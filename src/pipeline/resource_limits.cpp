#include "pipeline/resource_limits.hpp"

#include <algorithm>
#include <cstdio>

#include "core/base/error.hpp"
#include "core/prediction/block_predictor.hpp"

namespace habcast {

namespace {

std::string mebibytes(std::int64_t bytes) {
  char text[32];
  std::snprintf(text, sizeof text, "%.0f MiB", static_cast<double>(bytes) / (1024.0 * 1024.0));
  return text;
}

}  // namespace

void check_raster_size(const std::string& path, const RasterGrid& grid) {
  const std::int64_t pixels = static_cast<std::int64_t>(grid.width) * grid.height;
  if (grid.width <= 0 || grid.height <= 0 || pixels > kMaxRasterPixels)
    throw InputError(located(path, 0,
                             "claims " + std::to_string(grid.width) + " x " + std::to_string(grid.height) +
                                 " pixels; habcast accepts rasters of 1 to " + std::to_string(kMaxRasterPixels) +
                                 " pixels. A header this size usually means a damaged or mis-written file: check "
                                 "it with gdalinfo, or split the region into tiles."));
}

std::int64_t predict_working_memory(std::int64_t window_pixels, std::int64_t covariates, std::int64_t terms,
                                    int threads) {
  // Per pixel of a window being read: one double per covariate and a validity byte; of a
  // finished window: suitability, standard error and two limits as float plus the flag byte.
  const std::int64_t reading = window_pixels * (8 * covariates + 1);
  const std::int64_t finished = window_pixels * (4 * 4 + 1 + 1);
  // Per chunk row: model values, design matrix and X*V (doubles), six prediction vectors.
  const std::int64_t chunk_rows = std::min<std::int64_t>(window_pixels, BlockPredictor::kChunk);
  const std::int64_t chunk = chunk_rows * 8 * (covariates + 2 * terms + 7);
  return threads * (reading + chunk) + 2 * static_cast<std::int64_t>(threads) * finished;
}

void check_working_memory(std::int64_t window_pixels, std::int64_t covariates, std::int64_t terms, int threads,
                          std::int64_t limit_bytes) {
  const std::int64_t need = predict_working_memory(window_pixels, covariates, terms, threads);
  if (need <= limit_bytes) return;
  throw UsageError("windows of " + std::to_string(window_pixels) + " pixels on " + std::to_string(threads) +
                   " threads need about " + mebibytes(need) + " of working memory, more than --max-memory " +
                   mebibytes(limit_bytes) + ". Use a smaller --block-size or fewer --threads, or raise --max-memory "
                   "if the machine has the memory.");
}

}  // namespace habcast
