#pragma once
// The one rule every command follows before it starts work: an existing result is never replaced
// unless the user asked for it.
#include <string>
#include <vector>

namespace habcast {

/// Throws UsageError naming the first of `paths` that exists, unless `overwrite`. Empty paths are
/// outputs not asked for and are skipped. `other_way` ends the message with what else the user
/// can do (e.g. ", or choose another -o"); it may be empty.
void refuse_to_clobber(const std::vector<std::string>& paths, bool overwrite, const std::string& other_way = "");

}  // namespace habcast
_ _ _ _
Exercise brief: Working from the material above, retype exactly the lines from the one with "the machine has" through the one with "Empty paths are", both included, and only those lines.

Exercise response:
                   "if the machine has the memory.");
}

}  // namespace habcast
#pragma once
// The one rule every command follows before it starts work: an existing result is never replaced
// unless the user asked for it.
#include <string>
#include <vector>

namespace habcast {

/// Throws UsageError naming the first of `paths` that exists, unless `overwrite`. Empty paths are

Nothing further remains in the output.